**To do**.
With the material below, print exactly the lines between the line holding "let covariates: Vec<String>" and the line holding "for level in", inclusive. Add nothing else.

**Provided data**.
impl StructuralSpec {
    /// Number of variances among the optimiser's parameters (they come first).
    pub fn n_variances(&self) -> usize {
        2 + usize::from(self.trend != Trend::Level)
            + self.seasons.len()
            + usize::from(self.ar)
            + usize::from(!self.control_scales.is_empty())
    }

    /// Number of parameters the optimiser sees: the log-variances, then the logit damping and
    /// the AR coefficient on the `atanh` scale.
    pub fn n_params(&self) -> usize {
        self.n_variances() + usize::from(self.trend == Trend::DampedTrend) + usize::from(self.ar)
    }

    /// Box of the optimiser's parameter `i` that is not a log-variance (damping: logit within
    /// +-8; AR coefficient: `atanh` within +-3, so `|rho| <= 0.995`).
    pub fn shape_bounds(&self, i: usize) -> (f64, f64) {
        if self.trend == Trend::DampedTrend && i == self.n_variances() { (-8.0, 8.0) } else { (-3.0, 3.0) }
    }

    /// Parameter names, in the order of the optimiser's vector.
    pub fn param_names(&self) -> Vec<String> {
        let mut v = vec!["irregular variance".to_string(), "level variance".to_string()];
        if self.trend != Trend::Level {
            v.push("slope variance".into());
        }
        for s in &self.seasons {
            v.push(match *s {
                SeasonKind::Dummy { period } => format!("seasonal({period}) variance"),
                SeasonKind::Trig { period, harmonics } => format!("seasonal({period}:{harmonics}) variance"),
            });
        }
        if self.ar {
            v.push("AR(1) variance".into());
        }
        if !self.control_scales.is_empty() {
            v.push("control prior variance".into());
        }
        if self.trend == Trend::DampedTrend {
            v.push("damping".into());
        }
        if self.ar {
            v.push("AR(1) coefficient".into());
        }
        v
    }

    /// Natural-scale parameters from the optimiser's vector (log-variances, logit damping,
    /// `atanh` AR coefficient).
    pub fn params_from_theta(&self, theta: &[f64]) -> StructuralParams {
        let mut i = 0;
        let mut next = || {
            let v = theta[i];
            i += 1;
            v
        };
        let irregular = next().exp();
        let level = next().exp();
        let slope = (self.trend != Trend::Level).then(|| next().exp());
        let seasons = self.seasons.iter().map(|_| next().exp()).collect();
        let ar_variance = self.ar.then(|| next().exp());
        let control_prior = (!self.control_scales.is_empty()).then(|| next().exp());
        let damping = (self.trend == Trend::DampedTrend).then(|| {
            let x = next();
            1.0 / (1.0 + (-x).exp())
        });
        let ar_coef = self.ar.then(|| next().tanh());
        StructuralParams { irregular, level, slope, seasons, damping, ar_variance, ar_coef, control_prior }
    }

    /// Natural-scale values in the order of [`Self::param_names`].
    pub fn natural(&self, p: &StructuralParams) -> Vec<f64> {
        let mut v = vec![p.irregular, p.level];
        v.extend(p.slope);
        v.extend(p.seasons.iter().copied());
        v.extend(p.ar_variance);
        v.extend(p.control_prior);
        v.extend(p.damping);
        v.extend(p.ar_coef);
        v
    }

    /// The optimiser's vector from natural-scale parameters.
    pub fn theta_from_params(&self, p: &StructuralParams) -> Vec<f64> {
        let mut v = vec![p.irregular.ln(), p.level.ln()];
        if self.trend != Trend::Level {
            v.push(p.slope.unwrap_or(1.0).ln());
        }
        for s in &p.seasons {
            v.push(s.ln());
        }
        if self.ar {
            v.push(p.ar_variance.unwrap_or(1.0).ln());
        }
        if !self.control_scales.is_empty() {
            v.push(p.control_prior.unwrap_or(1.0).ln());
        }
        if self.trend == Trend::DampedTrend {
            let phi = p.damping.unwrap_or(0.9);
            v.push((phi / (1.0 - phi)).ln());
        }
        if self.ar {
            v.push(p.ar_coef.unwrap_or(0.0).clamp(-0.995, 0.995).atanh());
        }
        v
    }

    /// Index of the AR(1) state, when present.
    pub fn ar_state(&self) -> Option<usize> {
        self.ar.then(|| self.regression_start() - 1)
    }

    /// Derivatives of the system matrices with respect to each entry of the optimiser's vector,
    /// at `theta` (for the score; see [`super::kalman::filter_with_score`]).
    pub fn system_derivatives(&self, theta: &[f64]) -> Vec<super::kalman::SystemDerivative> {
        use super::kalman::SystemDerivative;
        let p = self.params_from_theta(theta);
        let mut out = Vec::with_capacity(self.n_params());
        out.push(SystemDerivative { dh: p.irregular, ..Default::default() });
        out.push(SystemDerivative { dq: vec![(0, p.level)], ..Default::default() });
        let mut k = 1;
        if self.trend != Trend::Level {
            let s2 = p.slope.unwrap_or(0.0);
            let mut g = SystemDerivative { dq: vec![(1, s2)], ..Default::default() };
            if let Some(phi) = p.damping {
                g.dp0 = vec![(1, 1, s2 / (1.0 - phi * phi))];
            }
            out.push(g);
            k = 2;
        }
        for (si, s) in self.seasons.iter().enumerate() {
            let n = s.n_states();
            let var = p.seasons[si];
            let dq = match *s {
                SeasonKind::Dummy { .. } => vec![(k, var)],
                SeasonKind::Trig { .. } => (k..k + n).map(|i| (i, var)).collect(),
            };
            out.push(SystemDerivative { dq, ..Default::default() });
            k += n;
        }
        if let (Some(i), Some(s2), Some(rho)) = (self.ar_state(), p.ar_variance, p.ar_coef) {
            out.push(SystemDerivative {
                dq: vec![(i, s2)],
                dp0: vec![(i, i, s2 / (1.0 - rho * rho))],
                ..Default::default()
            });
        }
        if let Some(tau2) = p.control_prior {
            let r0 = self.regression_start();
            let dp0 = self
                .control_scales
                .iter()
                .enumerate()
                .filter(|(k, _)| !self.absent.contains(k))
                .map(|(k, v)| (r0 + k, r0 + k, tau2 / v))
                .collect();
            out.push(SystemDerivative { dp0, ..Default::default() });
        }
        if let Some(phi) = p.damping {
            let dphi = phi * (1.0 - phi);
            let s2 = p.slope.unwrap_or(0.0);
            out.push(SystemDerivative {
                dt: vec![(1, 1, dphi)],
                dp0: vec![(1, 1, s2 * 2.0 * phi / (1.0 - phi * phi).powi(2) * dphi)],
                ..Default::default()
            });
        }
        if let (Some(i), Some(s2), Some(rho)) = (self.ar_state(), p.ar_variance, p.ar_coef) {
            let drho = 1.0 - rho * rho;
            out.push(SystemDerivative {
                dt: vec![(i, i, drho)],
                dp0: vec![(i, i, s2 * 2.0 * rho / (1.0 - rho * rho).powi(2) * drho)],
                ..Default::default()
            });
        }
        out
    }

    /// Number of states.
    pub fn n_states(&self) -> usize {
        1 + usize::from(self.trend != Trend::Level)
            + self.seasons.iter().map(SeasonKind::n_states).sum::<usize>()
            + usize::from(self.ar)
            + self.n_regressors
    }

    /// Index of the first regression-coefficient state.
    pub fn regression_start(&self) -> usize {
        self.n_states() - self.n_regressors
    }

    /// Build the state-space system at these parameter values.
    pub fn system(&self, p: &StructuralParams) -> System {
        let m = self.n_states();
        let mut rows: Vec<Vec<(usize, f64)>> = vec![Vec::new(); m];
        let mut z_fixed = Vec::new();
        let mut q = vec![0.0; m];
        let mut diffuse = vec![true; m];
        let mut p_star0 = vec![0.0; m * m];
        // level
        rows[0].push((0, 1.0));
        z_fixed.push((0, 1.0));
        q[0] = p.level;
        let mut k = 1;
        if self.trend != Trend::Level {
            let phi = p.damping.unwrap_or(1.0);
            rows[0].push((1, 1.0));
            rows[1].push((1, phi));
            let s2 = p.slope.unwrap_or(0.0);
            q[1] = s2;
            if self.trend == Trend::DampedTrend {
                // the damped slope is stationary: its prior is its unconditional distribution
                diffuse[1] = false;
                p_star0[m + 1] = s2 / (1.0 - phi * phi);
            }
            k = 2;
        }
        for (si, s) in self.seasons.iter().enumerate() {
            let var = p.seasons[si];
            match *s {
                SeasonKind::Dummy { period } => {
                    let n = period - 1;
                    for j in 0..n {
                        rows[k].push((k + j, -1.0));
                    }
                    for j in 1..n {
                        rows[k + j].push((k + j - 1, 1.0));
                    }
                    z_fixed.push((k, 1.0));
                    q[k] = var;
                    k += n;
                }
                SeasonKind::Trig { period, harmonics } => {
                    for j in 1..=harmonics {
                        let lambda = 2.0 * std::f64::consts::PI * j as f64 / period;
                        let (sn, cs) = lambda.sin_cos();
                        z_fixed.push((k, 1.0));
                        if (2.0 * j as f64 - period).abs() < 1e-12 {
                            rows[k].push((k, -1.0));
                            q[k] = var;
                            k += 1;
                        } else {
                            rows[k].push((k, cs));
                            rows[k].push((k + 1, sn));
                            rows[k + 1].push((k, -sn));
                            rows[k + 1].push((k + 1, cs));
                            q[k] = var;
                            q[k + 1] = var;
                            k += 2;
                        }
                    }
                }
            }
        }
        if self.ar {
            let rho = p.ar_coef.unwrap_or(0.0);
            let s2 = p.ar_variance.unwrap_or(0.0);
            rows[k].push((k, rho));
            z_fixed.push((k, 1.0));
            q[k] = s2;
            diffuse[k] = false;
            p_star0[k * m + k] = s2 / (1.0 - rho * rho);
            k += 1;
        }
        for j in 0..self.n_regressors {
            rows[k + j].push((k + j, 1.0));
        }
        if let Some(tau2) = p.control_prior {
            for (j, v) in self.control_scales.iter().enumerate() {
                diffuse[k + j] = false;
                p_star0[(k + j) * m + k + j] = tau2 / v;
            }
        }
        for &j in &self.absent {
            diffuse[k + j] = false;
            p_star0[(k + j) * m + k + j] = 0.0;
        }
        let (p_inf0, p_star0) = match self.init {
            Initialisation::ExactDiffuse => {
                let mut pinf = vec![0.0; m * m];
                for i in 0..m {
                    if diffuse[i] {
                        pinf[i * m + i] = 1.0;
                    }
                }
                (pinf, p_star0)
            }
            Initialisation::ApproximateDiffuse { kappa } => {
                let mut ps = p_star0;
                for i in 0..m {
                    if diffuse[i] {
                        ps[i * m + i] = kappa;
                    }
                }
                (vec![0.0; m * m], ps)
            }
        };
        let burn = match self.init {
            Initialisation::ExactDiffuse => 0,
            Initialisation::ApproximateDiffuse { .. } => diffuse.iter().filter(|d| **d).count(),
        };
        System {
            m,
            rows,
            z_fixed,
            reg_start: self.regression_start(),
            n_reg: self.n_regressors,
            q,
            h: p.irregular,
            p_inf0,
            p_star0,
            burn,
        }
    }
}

--

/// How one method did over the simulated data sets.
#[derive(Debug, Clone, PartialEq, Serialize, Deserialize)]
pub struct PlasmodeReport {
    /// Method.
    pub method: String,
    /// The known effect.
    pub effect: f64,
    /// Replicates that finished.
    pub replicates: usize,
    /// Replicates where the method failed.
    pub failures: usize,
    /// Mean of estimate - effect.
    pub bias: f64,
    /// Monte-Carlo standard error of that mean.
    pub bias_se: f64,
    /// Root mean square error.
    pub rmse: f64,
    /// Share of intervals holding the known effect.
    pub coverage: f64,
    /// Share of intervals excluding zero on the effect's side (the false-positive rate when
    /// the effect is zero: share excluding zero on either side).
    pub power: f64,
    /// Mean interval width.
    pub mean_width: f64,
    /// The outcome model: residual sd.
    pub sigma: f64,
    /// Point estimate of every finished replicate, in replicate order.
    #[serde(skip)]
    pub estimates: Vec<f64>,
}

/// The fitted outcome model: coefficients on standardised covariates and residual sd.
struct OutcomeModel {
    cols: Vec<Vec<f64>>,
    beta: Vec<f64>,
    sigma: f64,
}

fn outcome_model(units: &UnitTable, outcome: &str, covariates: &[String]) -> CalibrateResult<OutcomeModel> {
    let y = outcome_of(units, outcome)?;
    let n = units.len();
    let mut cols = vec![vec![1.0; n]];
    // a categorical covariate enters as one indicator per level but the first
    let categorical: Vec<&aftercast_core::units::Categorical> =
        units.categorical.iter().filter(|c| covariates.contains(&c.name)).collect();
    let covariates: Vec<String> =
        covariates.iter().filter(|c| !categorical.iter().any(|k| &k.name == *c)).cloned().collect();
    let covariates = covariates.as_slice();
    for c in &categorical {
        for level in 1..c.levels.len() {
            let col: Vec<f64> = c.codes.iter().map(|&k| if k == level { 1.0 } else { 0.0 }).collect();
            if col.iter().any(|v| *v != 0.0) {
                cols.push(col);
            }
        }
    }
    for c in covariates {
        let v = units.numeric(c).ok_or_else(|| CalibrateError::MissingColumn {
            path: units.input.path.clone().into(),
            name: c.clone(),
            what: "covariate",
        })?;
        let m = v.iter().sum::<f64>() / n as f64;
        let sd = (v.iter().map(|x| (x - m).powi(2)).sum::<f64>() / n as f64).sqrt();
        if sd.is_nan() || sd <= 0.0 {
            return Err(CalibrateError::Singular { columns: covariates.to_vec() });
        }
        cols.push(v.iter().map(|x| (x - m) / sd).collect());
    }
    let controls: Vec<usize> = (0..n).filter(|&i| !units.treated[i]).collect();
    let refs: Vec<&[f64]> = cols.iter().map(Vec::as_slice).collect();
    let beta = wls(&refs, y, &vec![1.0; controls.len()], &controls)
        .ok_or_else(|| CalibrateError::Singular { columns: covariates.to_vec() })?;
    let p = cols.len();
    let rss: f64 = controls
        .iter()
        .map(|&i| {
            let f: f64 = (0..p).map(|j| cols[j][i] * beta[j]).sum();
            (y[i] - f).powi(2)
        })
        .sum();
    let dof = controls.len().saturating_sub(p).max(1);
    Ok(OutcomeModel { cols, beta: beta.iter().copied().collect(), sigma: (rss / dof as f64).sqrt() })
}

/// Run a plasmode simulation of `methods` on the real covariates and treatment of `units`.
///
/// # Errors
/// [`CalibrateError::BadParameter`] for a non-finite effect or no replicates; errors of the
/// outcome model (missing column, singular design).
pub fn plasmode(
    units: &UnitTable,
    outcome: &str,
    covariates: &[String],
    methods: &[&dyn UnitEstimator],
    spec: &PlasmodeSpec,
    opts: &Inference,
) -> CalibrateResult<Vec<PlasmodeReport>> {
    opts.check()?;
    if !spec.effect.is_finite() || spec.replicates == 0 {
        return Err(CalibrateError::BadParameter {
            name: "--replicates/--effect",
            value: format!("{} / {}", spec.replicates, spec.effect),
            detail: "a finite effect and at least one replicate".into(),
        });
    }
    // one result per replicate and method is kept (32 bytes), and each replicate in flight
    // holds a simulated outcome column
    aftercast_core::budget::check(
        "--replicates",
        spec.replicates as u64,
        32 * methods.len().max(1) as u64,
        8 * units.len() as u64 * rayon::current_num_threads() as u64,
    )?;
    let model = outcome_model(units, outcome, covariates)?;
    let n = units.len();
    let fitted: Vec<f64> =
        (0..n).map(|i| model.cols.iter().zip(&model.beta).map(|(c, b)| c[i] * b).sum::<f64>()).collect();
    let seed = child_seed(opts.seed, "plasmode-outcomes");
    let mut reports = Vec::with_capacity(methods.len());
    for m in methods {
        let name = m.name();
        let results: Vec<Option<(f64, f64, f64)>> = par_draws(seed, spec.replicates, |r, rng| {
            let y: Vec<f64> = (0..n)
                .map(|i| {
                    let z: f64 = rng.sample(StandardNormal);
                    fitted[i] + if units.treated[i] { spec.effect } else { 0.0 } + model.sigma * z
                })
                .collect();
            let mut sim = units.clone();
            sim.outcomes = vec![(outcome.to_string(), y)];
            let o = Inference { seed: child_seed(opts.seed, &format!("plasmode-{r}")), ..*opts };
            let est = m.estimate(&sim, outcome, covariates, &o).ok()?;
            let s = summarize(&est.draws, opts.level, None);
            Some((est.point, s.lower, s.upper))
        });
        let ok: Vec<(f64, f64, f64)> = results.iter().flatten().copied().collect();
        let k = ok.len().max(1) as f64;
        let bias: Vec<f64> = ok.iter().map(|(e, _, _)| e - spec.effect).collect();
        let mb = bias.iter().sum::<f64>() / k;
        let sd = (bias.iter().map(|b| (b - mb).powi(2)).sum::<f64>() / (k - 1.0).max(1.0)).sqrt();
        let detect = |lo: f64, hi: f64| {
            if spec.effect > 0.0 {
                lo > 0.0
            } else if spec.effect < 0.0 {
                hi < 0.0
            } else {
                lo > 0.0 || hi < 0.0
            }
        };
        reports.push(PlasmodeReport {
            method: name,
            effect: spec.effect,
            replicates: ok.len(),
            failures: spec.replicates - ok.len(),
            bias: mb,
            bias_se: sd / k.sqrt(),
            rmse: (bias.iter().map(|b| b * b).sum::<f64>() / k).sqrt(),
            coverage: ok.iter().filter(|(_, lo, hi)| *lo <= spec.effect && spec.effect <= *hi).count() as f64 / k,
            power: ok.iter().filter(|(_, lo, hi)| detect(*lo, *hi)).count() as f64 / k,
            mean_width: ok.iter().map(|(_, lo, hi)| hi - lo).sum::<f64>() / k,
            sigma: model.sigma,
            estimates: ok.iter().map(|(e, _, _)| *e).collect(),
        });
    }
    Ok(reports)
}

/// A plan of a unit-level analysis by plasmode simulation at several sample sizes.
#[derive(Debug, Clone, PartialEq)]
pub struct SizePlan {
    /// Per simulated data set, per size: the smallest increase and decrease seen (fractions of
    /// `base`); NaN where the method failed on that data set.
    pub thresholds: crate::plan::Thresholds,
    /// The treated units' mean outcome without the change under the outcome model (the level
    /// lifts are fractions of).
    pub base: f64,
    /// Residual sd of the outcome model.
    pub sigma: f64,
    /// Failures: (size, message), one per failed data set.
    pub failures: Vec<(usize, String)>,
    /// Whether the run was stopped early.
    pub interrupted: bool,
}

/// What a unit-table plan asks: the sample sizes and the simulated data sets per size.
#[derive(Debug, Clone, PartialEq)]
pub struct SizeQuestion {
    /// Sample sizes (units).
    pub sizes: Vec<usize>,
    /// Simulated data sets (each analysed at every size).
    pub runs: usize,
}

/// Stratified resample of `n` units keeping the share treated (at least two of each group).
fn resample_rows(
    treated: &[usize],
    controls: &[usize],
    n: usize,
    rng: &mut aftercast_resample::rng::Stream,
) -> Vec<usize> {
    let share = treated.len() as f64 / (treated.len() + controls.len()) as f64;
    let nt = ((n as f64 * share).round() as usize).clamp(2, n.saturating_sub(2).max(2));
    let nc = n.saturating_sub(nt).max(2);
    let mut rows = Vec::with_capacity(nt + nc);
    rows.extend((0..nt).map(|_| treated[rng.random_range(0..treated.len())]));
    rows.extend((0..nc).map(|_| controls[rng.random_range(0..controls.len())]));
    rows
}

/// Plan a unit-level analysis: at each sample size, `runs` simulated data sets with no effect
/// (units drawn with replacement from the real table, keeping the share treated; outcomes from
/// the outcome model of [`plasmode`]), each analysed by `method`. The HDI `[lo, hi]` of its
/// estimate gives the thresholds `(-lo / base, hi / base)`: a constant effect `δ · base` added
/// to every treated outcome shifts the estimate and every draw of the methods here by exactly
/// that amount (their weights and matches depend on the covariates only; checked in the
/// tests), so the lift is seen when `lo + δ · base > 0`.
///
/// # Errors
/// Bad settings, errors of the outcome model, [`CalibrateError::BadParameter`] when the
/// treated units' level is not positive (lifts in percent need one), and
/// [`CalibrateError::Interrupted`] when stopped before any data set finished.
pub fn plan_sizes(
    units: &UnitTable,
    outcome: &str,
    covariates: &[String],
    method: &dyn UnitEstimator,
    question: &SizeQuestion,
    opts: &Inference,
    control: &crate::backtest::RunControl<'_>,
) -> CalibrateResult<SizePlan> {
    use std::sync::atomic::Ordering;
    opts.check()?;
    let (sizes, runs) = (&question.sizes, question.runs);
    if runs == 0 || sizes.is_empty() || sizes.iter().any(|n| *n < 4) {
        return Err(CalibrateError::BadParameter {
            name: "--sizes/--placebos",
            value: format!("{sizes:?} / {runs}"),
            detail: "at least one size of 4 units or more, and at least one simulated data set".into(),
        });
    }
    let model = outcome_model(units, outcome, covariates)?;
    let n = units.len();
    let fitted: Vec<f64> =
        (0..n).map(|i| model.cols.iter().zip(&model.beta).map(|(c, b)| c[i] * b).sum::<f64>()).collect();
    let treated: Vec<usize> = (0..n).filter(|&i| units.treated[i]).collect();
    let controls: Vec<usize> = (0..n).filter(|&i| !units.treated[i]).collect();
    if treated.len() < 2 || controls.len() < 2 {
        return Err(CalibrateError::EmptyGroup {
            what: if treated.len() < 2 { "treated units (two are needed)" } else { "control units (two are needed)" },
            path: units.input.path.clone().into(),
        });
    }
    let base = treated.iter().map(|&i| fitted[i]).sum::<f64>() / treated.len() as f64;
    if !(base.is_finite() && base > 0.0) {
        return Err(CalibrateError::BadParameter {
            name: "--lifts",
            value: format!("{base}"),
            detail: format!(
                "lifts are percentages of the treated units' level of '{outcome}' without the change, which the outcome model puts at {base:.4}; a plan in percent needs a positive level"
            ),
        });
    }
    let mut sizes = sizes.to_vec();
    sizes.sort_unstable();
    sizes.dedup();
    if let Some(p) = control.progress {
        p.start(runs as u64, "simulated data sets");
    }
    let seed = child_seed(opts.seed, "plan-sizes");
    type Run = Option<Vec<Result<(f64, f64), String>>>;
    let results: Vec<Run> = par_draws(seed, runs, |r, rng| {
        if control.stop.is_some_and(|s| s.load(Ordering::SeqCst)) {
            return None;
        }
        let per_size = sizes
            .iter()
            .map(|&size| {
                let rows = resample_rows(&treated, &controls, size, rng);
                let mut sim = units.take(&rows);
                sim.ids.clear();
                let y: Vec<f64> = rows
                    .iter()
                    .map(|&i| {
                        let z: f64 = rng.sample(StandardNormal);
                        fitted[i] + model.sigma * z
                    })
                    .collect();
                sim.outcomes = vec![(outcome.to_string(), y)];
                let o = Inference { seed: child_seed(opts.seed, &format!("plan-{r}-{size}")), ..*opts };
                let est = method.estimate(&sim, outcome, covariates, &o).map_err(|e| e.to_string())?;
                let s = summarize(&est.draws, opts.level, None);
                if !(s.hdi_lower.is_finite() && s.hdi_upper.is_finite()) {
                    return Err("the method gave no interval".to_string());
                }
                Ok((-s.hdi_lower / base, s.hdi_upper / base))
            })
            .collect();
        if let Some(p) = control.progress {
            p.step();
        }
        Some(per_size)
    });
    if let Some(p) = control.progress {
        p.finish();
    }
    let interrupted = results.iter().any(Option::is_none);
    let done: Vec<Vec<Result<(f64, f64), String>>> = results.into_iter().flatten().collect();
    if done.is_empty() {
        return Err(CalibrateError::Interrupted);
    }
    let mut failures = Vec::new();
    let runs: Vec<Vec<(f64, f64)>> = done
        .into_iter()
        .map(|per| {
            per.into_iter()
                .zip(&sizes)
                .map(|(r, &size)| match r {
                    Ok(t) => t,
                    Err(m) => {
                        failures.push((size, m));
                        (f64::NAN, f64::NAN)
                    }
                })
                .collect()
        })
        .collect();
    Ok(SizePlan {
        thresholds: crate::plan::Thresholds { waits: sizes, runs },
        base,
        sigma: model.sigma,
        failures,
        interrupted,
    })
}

==

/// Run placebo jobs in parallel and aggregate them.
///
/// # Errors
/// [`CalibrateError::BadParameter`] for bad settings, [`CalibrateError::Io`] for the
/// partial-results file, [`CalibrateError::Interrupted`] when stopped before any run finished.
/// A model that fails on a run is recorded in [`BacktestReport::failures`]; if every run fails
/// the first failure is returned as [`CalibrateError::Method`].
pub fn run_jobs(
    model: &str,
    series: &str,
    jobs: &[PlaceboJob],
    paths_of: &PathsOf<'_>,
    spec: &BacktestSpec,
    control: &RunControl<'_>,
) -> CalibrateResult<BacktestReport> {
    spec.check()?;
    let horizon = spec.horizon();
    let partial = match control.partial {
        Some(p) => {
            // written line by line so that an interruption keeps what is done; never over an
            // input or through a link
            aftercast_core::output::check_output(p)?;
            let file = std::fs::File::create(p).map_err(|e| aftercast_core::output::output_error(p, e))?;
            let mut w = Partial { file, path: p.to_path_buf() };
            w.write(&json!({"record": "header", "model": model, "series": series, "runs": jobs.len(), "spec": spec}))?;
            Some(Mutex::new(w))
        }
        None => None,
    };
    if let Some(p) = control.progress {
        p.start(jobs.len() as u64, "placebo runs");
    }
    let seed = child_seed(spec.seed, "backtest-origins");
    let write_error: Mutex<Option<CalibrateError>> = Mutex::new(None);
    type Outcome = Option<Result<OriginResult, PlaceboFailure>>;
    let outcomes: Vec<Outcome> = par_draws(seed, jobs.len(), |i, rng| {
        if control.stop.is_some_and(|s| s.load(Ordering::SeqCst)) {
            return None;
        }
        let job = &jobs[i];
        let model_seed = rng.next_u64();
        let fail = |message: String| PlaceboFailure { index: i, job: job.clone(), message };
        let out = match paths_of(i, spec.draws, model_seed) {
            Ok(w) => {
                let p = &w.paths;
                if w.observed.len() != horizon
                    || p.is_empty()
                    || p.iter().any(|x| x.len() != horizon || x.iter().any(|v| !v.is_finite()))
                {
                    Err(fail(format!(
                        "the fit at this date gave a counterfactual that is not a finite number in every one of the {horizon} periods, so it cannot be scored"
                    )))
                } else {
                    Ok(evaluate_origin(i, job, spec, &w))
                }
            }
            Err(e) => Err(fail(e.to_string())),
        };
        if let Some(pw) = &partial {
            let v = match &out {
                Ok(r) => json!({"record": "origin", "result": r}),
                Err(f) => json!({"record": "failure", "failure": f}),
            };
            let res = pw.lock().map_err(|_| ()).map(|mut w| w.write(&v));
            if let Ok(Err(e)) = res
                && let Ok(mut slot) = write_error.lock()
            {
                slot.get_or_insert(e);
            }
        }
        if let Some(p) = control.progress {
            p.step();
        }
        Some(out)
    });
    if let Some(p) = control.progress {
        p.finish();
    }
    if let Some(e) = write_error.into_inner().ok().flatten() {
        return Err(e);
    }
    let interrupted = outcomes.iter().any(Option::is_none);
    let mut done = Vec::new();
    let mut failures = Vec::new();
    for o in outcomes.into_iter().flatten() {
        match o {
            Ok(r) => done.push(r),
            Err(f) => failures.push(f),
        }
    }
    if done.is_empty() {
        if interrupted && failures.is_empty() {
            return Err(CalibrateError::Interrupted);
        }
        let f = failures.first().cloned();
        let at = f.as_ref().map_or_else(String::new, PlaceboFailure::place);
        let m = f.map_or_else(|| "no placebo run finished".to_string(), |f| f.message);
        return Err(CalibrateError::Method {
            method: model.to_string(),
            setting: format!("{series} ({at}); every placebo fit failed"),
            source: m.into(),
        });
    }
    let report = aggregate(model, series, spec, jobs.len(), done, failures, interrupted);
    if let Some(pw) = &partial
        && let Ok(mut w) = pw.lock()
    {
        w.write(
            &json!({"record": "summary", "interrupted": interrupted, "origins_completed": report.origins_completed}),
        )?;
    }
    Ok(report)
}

**Answer below**.
    let covariates: Vec<String> =
        covariates.iter().filter(|c| !categorical.iter().any(|k| &k.name == *c)).cloned().collect();
    let covariates = covariates.as_slice();
    for c in &categorical {
        for level in 1..c.levels.len() {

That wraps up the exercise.